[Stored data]
************

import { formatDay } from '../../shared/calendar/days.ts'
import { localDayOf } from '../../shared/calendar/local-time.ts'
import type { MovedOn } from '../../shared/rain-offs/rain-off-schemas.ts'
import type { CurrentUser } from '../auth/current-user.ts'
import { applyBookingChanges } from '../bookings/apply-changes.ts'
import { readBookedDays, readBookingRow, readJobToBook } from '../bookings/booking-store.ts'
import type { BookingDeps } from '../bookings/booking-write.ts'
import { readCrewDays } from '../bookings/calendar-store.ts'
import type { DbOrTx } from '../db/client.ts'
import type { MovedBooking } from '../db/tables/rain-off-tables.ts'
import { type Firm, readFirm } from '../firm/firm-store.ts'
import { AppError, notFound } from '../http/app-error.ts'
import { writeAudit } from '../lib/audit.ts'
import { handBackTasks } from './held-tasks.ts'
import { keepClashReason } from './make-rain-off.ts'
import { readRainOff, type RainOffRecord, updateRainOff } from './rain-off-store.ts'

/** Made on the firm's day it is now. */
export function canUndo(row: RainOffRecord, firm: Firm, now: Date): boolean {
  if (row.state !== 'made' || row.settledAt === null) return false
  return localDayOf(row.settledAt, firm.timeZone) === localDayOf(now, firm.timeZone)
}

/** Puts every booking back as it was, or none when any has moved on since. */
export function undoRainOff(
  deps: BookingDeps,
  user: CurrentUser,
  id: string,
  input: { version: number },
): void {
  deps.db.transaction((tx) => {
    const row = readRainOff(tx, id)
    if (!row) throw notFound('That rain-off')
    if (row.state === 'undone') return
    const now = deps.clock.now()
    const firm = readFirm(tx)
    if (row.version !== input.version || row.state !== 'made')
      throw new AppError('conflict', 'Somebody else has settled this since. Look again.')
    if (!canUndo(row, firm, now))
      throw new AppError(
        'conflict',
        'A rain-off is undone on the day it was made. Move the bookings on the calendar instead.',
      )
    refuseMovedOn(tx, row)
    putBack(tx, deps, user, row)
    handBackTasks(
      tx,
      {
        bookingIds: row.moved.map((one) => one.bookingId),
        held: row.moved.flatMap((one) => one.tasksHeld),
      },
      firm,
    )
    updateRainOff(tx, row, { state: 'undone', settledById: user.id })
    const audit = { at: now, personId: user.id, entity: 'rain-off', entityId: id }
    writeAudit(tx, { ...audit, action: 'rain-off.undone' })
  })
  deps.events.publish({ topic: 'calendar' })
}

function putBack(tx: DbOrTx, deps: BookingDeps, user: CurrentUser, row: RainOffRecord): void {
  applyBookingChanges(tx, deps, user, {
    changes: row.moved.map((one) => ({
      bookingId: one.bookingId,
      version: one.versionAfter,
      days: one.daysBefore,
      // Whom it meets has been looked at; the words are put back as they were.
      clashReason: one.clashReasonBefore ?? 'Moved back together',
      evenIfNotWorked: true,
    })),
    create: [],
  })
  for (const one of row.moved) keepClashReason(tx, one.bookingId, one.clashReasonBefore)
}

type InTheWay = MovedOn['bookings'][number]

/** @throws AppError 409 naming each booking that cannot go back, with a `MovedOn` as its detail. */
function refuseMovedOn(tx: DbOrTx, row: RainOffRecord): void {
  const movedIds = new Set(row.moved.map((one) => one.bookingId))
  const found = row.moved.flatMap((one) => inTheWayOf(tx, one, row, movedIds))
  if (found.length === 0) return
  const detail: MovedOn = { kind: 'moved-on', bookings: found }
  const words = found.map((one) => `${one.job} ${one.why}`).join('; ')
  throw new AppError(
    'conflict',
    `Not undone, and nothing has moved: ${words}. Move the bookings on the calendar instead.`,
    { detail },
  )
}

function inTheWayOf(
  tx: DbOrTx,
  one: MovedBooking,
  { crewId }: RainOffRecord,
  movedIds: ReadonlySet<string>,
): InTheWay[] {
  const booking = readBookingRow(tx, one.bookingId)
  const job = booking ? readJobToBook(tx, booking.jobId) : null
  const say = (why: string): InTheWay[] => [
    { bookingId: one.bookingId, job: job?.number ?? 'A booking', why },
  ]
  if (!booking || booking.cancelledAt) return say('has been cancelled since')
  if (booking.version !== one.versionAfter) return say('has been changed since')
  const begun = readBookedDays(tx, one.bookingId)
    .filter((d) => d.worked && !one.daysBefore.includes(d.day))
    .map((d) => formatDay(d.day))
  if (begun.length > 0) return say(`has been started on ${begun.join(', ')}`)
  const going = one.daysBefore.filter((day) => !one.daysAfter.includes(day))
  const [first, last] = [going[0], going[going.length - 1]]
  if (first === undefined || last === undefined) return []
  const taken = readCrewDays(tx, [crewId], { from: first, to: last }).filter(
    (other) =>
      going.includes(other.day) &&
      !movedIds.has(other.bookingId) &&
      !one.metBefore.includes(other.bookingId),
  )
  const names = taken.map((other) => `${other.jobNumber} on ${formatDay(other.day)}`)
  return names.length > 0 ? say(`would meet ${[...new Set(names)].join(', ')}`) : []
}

************

Work task: Lines from the start of the entries through the one containing "readBookedDays, readBookingRow, readJobToBook" are to be set down again exactly, both ends included.

Result below:
import { formatDay } from '../../shared/calendar/days.ts'
import { localDayOf } from '../../shared/calendar/local-time.ts'
import type { MovedOn } from '../../shared/rain-offs/rain-off-schemas.ts'
import type { CurrentUser } from '../auth/current-user.ts'
import { applyBookingChanges } from '../bookings/apply-changes.ts'
import { readBookedDays, readBookingRow, readJobToBook } from '../bookings/booking-store.ts'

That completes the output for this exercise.